On the back of André Brink’s The Blue Door there’s a quote from Nadine Gordimer referring to it as a novel but, at 122 pages, it has even less of a claim to novelhood than Ian McEwan‘s On Chesil Beach. Not that concerns about size should shadow content, but it’s also a book capable of fitting into a small pocket and, at £10.99, one can’t help feel it it’s way overpriced for what it is. But that cover, with its simple blue door, just begs to be opened, if only to find out what lies beyond. Because a peek through the keyhole would never do.
The Blue Door bills itself as that age old staple of storytelling: the ‘what if..?’ And here, the what if concerns the life of our narrator, David le Roux, a teacher turned artist. One day he’s married to Lydia sans children and then the next he’s married to a black woman called Sarah and has two loving children. It is, as he puts it, “the kind of moment that once turned the life of Kafka’s Gregor Samsa upside down.”

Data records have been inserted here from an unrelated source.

export async function countsAnalysis(db: Db, id: string, query: CountsAnalysisQuery): Promise<CountsAnalysisResult> {
  const d = await datasetOfKind(db, id, "counts");
  const rows = await db.select().from(countRows).where(eq(countRows.datasetId, id)).orderBy(asc(countRows.site), asc(countRows.time));
  const bySite = new Map<string, typeof rows>();
  for (const r of rows) {
    if (query.site !== undefined && r.site !== query.site) continue;
    const list = bySite.get(r.site) ?? [];
    list.push(r);
    bySite.set(r.site, list);
  }
  if (query.site !== undefined && bySite.size === 0) throw badRequest(`site: the dataset has no site “${query.site}”.`, [{ path: "site", message: "No such site in this dataset." }]);
  const sites: SiteSeries[] = [];
  for (const [site, list] of bySite) {
    sites.push({
      site,
      points: list.map((r) => ({ t: r.time, label: r.label, count: r.count, stageCounts: r.stageCounts ?? null })),
      analysis: analyzeCounts(
        list.map((r) => ({ t: r.time, n: r.count })),
        { threshold: query.threshold, maxHorizon: query.maxHorizon },
      ),
    });
  }
  return { datasetId: id, stages: d.stages, threshold: query.threshold ?? null, sites };
}

// -------------------------------------------------------------- stage fates

/** The stage-fate records of a dataset as columns, optionally one site and/or one year only. */
export async function loadFateSample(db: DbOrTx, id: string, filter: { site?: string; year?: number } = {}): Promise<{ sample: FateSample; site: string[]; year: Float64Array; stages: string[] }> {
  const d = await datasetOfKind(db, id, "stage-fates");
  const conditions = [eq(fateRows.datasetId, id)];
  if (filter.site !== undefined) conditions.push(eq(fateRows.site, filter.site));
  if (filter.year !== undefined) conditions.push(eq(fateRows.year, filter.year));
  const rows = await db
    .select({ site: fateRows.site, year: fateRows.year, stage: fateRows.stage, fate: fateRows.fate, offspring: fateRows.offspring })
    .from(fateRows)
    .where(and(...conditions))
    .orderBy(asc(fateRows.line));
  const m = rows.length;
  const sample: FateSample = { stages: d.stages, stage: new Int32Array(m), fate: new Int32Array(m), offspring: new Float64Array(m) };
  const year = new Float64Array(m);
  const site: string[] = new Array(m);
  rows.forEach((r, k) => {
    sample.stage[k] = r.stage;
    sample.fate[k] = r.fate;
    sample.offspring[k] = r.offspring ?? NaN;
    year[k] = r.year;
    site[k] = r.site;
  });
  return { sample, site, year, stages: d.stages };
}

The reference to Kafka is a knowing one, as his influence is certainly here. David’s attempts to chase up his life with Lydia find him lost and confused in a disorientating world where buildings change – and disappear! – and men age visibly in a matter of minutes. In fact, the novel begins with a dream where David, Lydia, and three imagined daughters are moving house but, when he goes to fetch water for them, he is left behind. And from here on what’s dream (or delusion) and what’s real is very much a mystery. But one can’t help feel that David isn’t all too bothered about solving it and is, instead, resigned to his predicament:
In the morning, I think, I shall return to her. And take my time. To inspect everything that makes her. Her eyes and mouth and ears. Her shoulders, her arms and hands, each finger separately. Her nipples. Down to her toes. Everything. Everything. I must know who she is. I must find out what it means to say; “Sarah”.
While the situation springs from Kafka, the treatment is reminiscent of Kundera. David fusses over realistic questions about his new life – how do you enter the bed of your wife of nine years when you’ve only just met her? – while making some sort of sense of his new world. Brink explores the questions one might have when put in such a predicament, questioning the understanding of those in relationships and finding the point in which a person ends and who they think they are begins.
The Blue Door, at about an hour’s read, is packed with detail that swings between the realistic and in pursuit of metaphor. Colours, objects, people – all these are ripe for symbolism, although I didn’t quite get them all. But for all its texture, I didn’t experience the depth I had hoped for and felt that Brink had left too many loose ends for it to be ultimately satisfying. Perhaps its questions are designed to linger long after reading The Blue Door but I’m more inclined to lock it up and throw away the key.
Hmmm – I thought I had commented on this the other day, but I think perhaps I just thought the thought without typing it!
Anyway – this sounds a bit of a disappointment. I really like Brink usually. A while ago I gathered up all of his that my library could offer. I particularly enjoyed ‘An Instant in the Wind’ and also ‘The Other Side of Silence’ (although it was one of the bleakest books I’ve ever read!).
jem,
It may just be that I’m new to Brink and, as such, haven’t chose a good place to start with, in the same way that many authors would seem to have entry level novels, before tackling the heavyweight stuff.
Not that The Blue Door is heavyweight, but it may just be an further exploration of themes, motifs, and symbols that, not being versed in Brink, simply passed me by thus reducing the possible enjoyment of the whole. It kept me reading, never really setting it down, but I can’t say I overly loved it.